SUPPLIED DATA —
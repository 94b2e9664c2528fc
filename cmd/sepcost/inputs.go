package main

import (
	"bytes"
	"fmt"
	"io"
	"os"
	"path/filepath"
	"strings"

	"github.com/spf13/cobra"

	"sepcost/cmd/sepcost/internal/workbook"
	"sepcost/costing"
	"sepcost/costing/equipment"
	"sepcost/costing/prices"
	"sepcost/costing/scenario"
	"sepcost/scale"
)

func loadScenario(path string) (*scenario.Scenario, error) {
	data, err := readInput(path, "scenario", scenario.MaxFileSize)
	if err != nil {
		return nil, err
	}
	return scenario.Load(bytes.NewReader(data), path)
}

// loadPrices reads --prices, or else prices.csv beside the scenario (the
// layout `sepcost init` writes); the report names the file used. A file
// named .xlsx is read from its sheet named by --prices-sheet (default: the
// first sheet), with the same checks as a CSV table.
func loadPrices(path, sheet, scenarioPath string) (*prices.Table, error) {
	if path == "" {
		guess := filepath.Join(filepath.Dir(scenarioPath), "prices.csv")
		if _, err := os.Stat(guess); err != nil {
			return nil, usageError{fmt.Errorf("no price table: give --prices FILE (`sepcost init` writes an example), or put prices.csv beside %s", scenarioPath)}
		}
		path = guess
	}
	xlsx := strings.EqualFold(filepath.Ext(path), ".xlsx")
	if sheet != "" && !xlsx {
		return nil, usageError{fmt.Errorf("--prices-sheet %q: only a price table in an .xlsx workbook has sheets, and %s is not one", sheet, path)}
	}
	if xlsx {
		data, err := readInput(path, "price workbook", workbook.MaxPriceBookBytes)
		if err != nil {
			return nil, err
		}
		return workbook.ReadPrices(bytes.NewReader(data), path, sheet)
	}
	data, err := readInput(path, "price table", prices.MaxFileSize)
	if err != nil {
		return nil, err
	}
	return prices.Read(bytes.NewReader(data), path)
}

// render lays a report out in the chosen format.
func render(r *scale.Report, f format) (*bytes.Buffer, error) {
	var buf bytes.Buffer
	err := renderTo(&buf, r, f)
	return &buf, err
}

// renderTo writes the report in a format to w.
func renderTo(w io.Writer, r *scale.Report, f format) error {
	return reportRenderers[f](w, r)
}

// deliver renders a report and writes it to the -o file (saying so on
// stderr) or to stdout.
func deliver(r *scale.Report, format format, out string, force bool, stdout, stderr io.Writer) error {
	if out == "" || out == "-" {
		buf, err := render(r, format)
		if err != nil {
			return err
		}
		return writeOut(buf, out, force, stdout, stderr)
	}
	// To a file: rendered straight into it (a sweep of thousands of masses
	// is never held whole in memory), placed only when rendering succeeds.
	if err := writeFileFrom(out, force, func(w io.Writer) error { return renderTo(w, r, format) }); err != nil {
		return err
	}
	fmt.Fprintf(stderr, "wrote %s\n", out)
	return nil
}

// loadEquipment reads --equipment, or else equipment.csv beside the
// scenario (the layout `sepcost init` writes), or else returns nil for the
// built-in table.
func loadEquipment(path, scenarioPath string) (*equipment.Table, error) {
	if path == "" {
		guess := filepath.Join(filepath.Dir(scenarioPath), "equipment.csv")
		if _, err := os.Stat(guess); err != nil {
			return nil, nil
		}
		path = guess
	}
	data, err := readInput(path, "equipment table", equipment.MaxFileSize)
	if err != nil {
		return nil, err
	}
	return equipment.Read(bytes.NewReader(data), path)
}

// preparePlan prepares a scenario's plan with the site's equipment table.
func preparePlan(sc *scenario.Scenario, equipmentPath, scenarioPath string) (*costing.Plan, error) {
	eq, err := loadEquipment(equipmentPath, scenarioPath)
	if err != nil {
		return nil, err
	}
	return costing.PrepareWith(sc, costing.Options{Equipment: eq})
}

// loadPlan reads a scenario, its price table (from the sheet pricesSheet of
// an .xlsx workbook, or a CSV) and the site's equipment table and prepares
// the plan.
func loadPlan(scenarioPath, pricesPath, pricesSheet, equipmentPath string) (*costing.Plan, *prices.Table, error) {
	sc, err := loadScenario(scenarioPath)
	if err != nil {
		return nil, nil, err
	}
	t, err := loadPrices(pricesPath, pricesSheet, scenarioPath)
	if err != nil {
		return nil, nil, err
	}
	plan, err := preparePlan(sc, equipmentPath, scenarioPath)
	if err != nil {
		return nil, nil, err
	}
	if t, err = plan.Prices(t); err != nil {
		return nil, nil, err
	}
	return plan, t, nil
}

// massesOr is the --mass list when given, else the scenario's masses.
func massesOr(m massList, sc *scenario.Scenario) []float64 {
	if m.set {
		return m.kg
	}
	return sc.MassesKg
}

// writeOut writes rendered output to the -o file (saying so on stderr) or
// to stdout.
func writeOut(buf *bytes.Buffer, out string, force bool, stdout, stderr io.Writer) error {
	if err := emit(buf, out, force, stdout); err != nil {
		return err
	}
	if out != "" && out != "-" {
		fmt.Fprintf(stderr, "wrote %s\n", out)
	}
	return nil
}

// addPricesSheetFlag adds --prices-sheet, the sheet of an .xlsx price table.
func addPricesSheetFlag(cmd *cobra.Command, sheet *string) {
	cmd.Flags().StringVar(sheet, "prices-sheet", "", "the sheet that holds the price table when --prices is an .xlsx workbook (default: its first sheet)")
}
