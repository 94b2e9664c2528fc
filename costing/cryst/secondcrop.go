package cryst

import "math"

// SecondCrop is the crop recovered by evaporating a mother liquor of volume
// V (m³) holding the dissolved solids liq (kg) down to a share f of its
// volume and cooling it to the isolation temperature again:
//
//	P_2 = max(0, P_liq − f·V·S_cold)
//	I_2 = P_2·(1 − p_2)/p_2   (at most the impurities in the liquor)
//
// p_2 is the second crop's purity as the scenario states it (second crops
// are less pure; the model does not predict how much less). The impurity
// is taken from the described impurity and the others in proportion. It
// returns the crop and the volume evaporated, (1 − f)·V. Solvent retained
// by the second cake is neglected.
func SecondCrop(V float64, liq Feed, sCold, f, purity float64) (crop Feed, evaporated float64) {
	evaporated = (1 - f) * V
	crop.Product = math.Max(0, liq.Product-f*V*sCold)
	imp := liq.Impurity + liq.Other
	want := math.Min(crop.Product*(1-purity)/purity, imp)
	if imp > 0 {
		crop.Impurity = want * liq.Impurity / imp
		crop.Other = want * liq.Other / imp
	}
	return crop, evaporated
}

WORK TASK — Output the records exactly, including every line.

EXERCISE RESULT —
repository 94b2e9664c2528fc
filename cmd/sepcost/inputs.go
package main

import (
	"bytes"
	"fmt"
	"io"
	"os"
	"path/filepath"
	"strings"

	"github.com/spf13/cobra"

	"sepcost/cmd/sepcost/internal/workbook"
	"sepcost/costing"
	"sepcost/costing/equipment"
	"sepcost/costing/prices"
	"sepcost/costing/scenario"
	"sepcost/scale"
)

func loadScenario(path string) (*scenario.Scenario, error) {
	data, err := readInput(path, "scenario", scenario.MaxFileSize)
	if err != nil {
		return nil, err
	}
	return scenario.Load(bytes.NewReader(data), path)
}

// loadPrices reads --prices, or else prices.csv beside the scenario (the
// layout `sepcost init` writes); the report names the file used. A file
// named .xlsx is read from its sheet named by --prices-sheet (default: the
// first sheet), with the same checks as a CSV table.
func loadPrices(path, sheet, scenarioPath string) (*prices.Table, error) {
	if path == "" {
		guess := filepath.Join(filepath.Dir(scenarioPath), "prices.csv")
		if _, err := os.Stat(guess); err != nil {
			return nil, usageError{fmt.Errorf("no price table: give --prices FILE (`sepcost init` writes an example), or put prices.csv beside %s", scenarioPath)}
		}
		path = guess
	}
	xlsx := strings.EqualFold(filepath.Ext(path), ".xlsx")
	if sheet != "" && !xlsx {
		return nil, usageError{fmt.Errorf("--prices-sheet %q: only a price table in an .xlsx workbook has sheets, and %s is not one", sheet, path)}
	}
	if xlsx {
		data, err := readInput(path, "price workbook", workbook.MaxPriceBookBytes)
		if err != nil {
			return nil, err
		}
		return workbook.ReadPrices(bytes.NewReader(data), path, sheet)
	}
	data, err := readInput(path, "price table", prices.MaxFileSize)
	if err != nil {
		return nil, err
	}
	return prices.Read(bytes.NewReader(data), path)
}

// render lays a report out in the chosen format.
func render(r *scale.Report, f format) (*bytes.Buffer, error) {
	var buf bytes.Buffer
	err := renderTo(&buf, r, f)
	return &buf, err
}

// renderTo writes the report in a format to w.
func renderTo(w io.Writer, r *scale.Report, f format) error {
	return reportRenderers[f](w, r)
}

// deliver renders a report and writes it to the -o file (saying so on
// stderr) or to stdout.
func deliver(r *scale.Report, format format, out string, force bool, stdout, stderr io.Writer) error {
	if out == "" || out == "-" {
		buf, err := render(r, format)
		if err != nil {
			return err
		}
		return writeOut(buf, out, force, stdout, stderr)
	}
	// To a file: rendered straight into it (a sweep of thousands of masses
	// is never held whole in memory), placed only when rendering succeeds.
	if err := writeFileFrom(out, force, func(w io.Writer) error { return renderTo(w, r, format) }); err != nil {
		return err
	}
	fmt.Fprintf(stderr, "wrote %s\n", out)
	return nil
}

// loadEquipment reads --equipment, or else equipment.csv beside the
// scenario (the layout `sepcost init` writes), or else returns nil for the
// built-in table.
func loadEquipment(path, scenarioPath string) (*equipment.Table, error) {
	if path == "" {
		guess := filepath.Join(filepath.Dir(scenarioPath), "equipment.csv")
		if _, err := os.Stat(guess); err != nil {
			return nil, nil
		}
		path = guess
	}
	data, err := readInput(path, "equipment table", equipment.MaxFileSize)
	if err != nil {
		return nil, err
	}
	return equipment.Read(bytes.NewReader(data), path)
}

// preparePlan prepares a scenario's plan with the site's equipment table.
func preparePlan(sc *scenario.Scenario, equipmentPath, scenarioPath string) (*costing.Plan, error) {
	eq, err := loadEquipment(equipmentPath, scenarioPath)
	if err != nil {
		return nil, err
	}
	return costing.PrepareWith(sc, costing.Options{Equipment: eq})
}

// loadPlan reads a scenario, its price table (from the sheet pricesSheet of
// an .xlsx workbook, or a CSV) and the site's equipment table and prepares
// the plan.
func loadPlan(scenarioPath, pricesPath, pricesSheet, equipmentPath string) (*costing.Plan, *prices.Table, error) {
	sc, err := loadScenario(scenarioPath)
	if err != nil {
		return nil, nil, err
	}
	t, err := loadPrices(pricesPath, pricesSheet, scenarioPath)
	if err != nil {
		return nil, nil, err
	}
	plan, err := preparePlan(sc, equipmentPath, scenarioPath)
	if err != nil {
		return nil, nil, err
	}
	if t, err = plan.Prices(t); err != nil {
		return nil, nil, err
	}
	return plan, t, nil
}

// massesOr is the --mass list when given, else the scenario's masses.
func massesOr(m massList, sc *scenario.Scenario) []float64 {
	if m.set {
		return m.kg
	}
	return sc.MassesKg
}

// writeOut writes rendered output to the -o file (saying so on stderr) or
// to stdout.
func writeOut(buf *bytes.Buffer, out string, force bool, stdout, stderr io.Writer) error {
	if err := emit(buf, out, force, stdout); err != nil {
		return err
	}
	if out != "" && out != "-" {
		fmt.Fprintf(stderr, "wrote %s\n", out)
	}
	return nil
}

// addPricesSheetFlag adds --prices-sheet, the sheet of an .xlsx price table.
func addPricesSheetFlag(cmd *cobra.Command, sheet *string) {
	cmd.Flags().StringVar(sheet, "prices-sheet", "", "the sheet that holds the price table when --prices is an .xlsx workbook (default: its first sheet)")
}
repository 94b2e9664c2528fc
filename costing/cryst/secondcrop.go
package cryst

import "math"

// SecondCrop is the crop recovered by evaporating a mother liquor of volume
// V (m³) holding the dissolved solids liq (kg) down to a share f of its
// volume and cooling it to the isolation temperature again:
//
//	P_2 = max(0, P_liq − f·V·S_cold)
//	I_2 = P_2·(1 − p_2)/p_2   (at most the impurities in the liquor)
//
// p_2 is the second crop's purity as the scenario states it (second crops
// are less pure; the model does not predict how much less). The impurity
// is taken from the described impurity and the others in proportion. It
// returns the crop and the volume evaporated, (1 − f)·V. Solvent retained
// by the second cake is neglected.
func SecondCrop(V float64, liq Feed, sCold, f, purity float64) (crop Feed, evaporated float64) {
	evaporated = (1 - f) * V
	crop.Product = math.Max(0, liq.Product-f*V*sCold)
	imp := liq.Impurity + liq.Other
	want := math.Min(crop.Product*(1-purity)/purity, imp)
	if imp > 0 {
		crop.Impurity = want * liq.Impurity / imp
		crop.Other = want * liq.Other / imp
	}
	return crop, evaporated
}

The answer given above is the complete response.